Saved entries:
+-------+

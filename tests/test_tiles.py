"""Tiled runs ([compute], firnline.tiles): the same numbers as the untiled run, bit for bit.

Maps are assembled by position; the glacier and water-budget tables come from exact partial
sums (firnline.exact) that merge in any order. Checked on a synthetic valley with one glacier
cut by four units and on the demo; the dask.distributed path on a two-worker LocalCluster.
"""

from __future__ import annotations

import dataclasses
import json
import math
import os

import numpy as np
import pandas as pd
import pytest
import shapely

import firnline
from firnline import exact
from firnline.cli import main
from firnline.model import prepare, run
from firnline.tiles import fill_unit, make_units, modelled_positions, run_unit

CELL = 50.0
X0, Y0 = 600000.0, 5150000.0


def compute(cfg, **kw):
    return dataclasses.replace(cfg, compute=dataclasses.replace(cfg.compute, **kw))


def valley(ny=40, nx=40) -> np.ndarray:
    """A valley draining south: walls rising east and west, floor rising north, a few nodata cells."""
    r, c = np.mgrid[0:ny, 0:nx]
    z = 2200.0 + 25.0 * (ny - r) + 3.0 * np.abs(c - nx / 2) ** 1.6 + 5.0 * np.sin(r * 0.7) * np.cos(c * 0.5)
    z[0, :3] = np.nan
    return z


def valley_case(tmp_path, builders, snow=None, **sections):
    """A 40 x 40 valley with one glacier over rows and columns 8..31 (cut by 20-cell units)."""
    builders.write_dem(tmp_path / "dem.tif", valley(), cell=CELL, x0=X0, y0=Y0)
    builders.seasonal_station(tmp_path / "station.csv", "2015-10-01", "2018-09-30")
    glacier = shapely.box(X0 + 8 * CELL, Y0 - 31 * CELL, X0 + 31.5 * CELL, Y0 - 8.3 * CELL)
    builders.write_outlines(tmp_path / "gl.geojson", ["middle"], [glacier], "GeoJSON", crs="EPSG:32632")
    sec = builders.base_sections(station_elevation=2300.0)
    sec["glaciers"] = {"outlines": "gl.geojson"}
    sec["snow"].update(snow or {})
    for k, v in sections.items():
        sec.setdefault(k, {}).update(v)
    return firnline.load_config(builders.write_config(tmp_path / "valley.toml", sec))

+-------+

What is being asked: Restate every record above, exactly, in full.

Written solution:
filename tests/test_tiles.py
"""Tiled runs ([compute], firnline.tiles): the same numbers as the untiled run, bit for bit.

Maps are assembled by position; the glacier and water-budget tables come from exact partial
sums (firnline.exact) that merge in any order. Checked on a synthetic valley with one glacier
cut by four units and on the demo; the dask.distributed path on a two-worker LocalCluster.
"""

from __future__ import annotations

import dataclasses
import json
import math
import os

import numpy as np
import pandas as pd
import pytest
import shapely

import firnline
from firnline import exact
from firnline.cli import main
from firnline.model import prepare, run
from firnline.tiles import fill_unit, make_units, modelled_positions, run_unit

CELL = 50.0
X0, Y0 = 600000.0, 5150000.0


def compute(cfg, **kw):
    return dataclasses.replace(cfg, compute=dataclasses.replace(cfg.compute, **kw))


def valley(ny=40, nx=40) -> np.ndarray:
    """A valley draining south: walls rising east and west, floor rising north, a few nodata cells."""
    r, c = np.mgrid[0:ny, 0:nx]
    z = 2200.0 + 25.0 * (ny - r) + 3.0 * np.abs(c - nx / 2) ** 1.6 + 5.0 * np.sin(r * 0.7) * np.cos(c * 0.5)
    z[0, :3] = np.nan
    return z


def valley_case(tmp_path, builders, snow=None, **sections):
    """A 40 x 40 valley with one glacier over rows and columns 8..31 (cut by 20-cell units)."""
    builders.write_dem(tmp_path / "dem.tif", valley(), cell=CELL, x0=X0, y0=Y0)
    builders.seasonal_station(tmp_path / "station.csv", "2015-10-01", "2018-09-30")
    glacier = shapely.box(X0 + 8 * CELL, Y0 - 31 * CELL, X0 + 31.5 * CELL, Y0 - 8.3 * CELL)
    builders.write_outlines(tmp_path / "gl.geojson", ["middle"], [glacier], "GeoJSON", crs="EPSG:32632")
    sec = builders.base_sections(station_elevation=2300.0)
    sec["glaciers"] = {"outlines": "gl.geojson"}
    sec["snow"].update(snow or {})
    for k, v in sections.items():
        sec.setdefault(k, {}).update(v)
    return firnline.load_config(builders.write_config(tmp_path / "valley.toml", sec))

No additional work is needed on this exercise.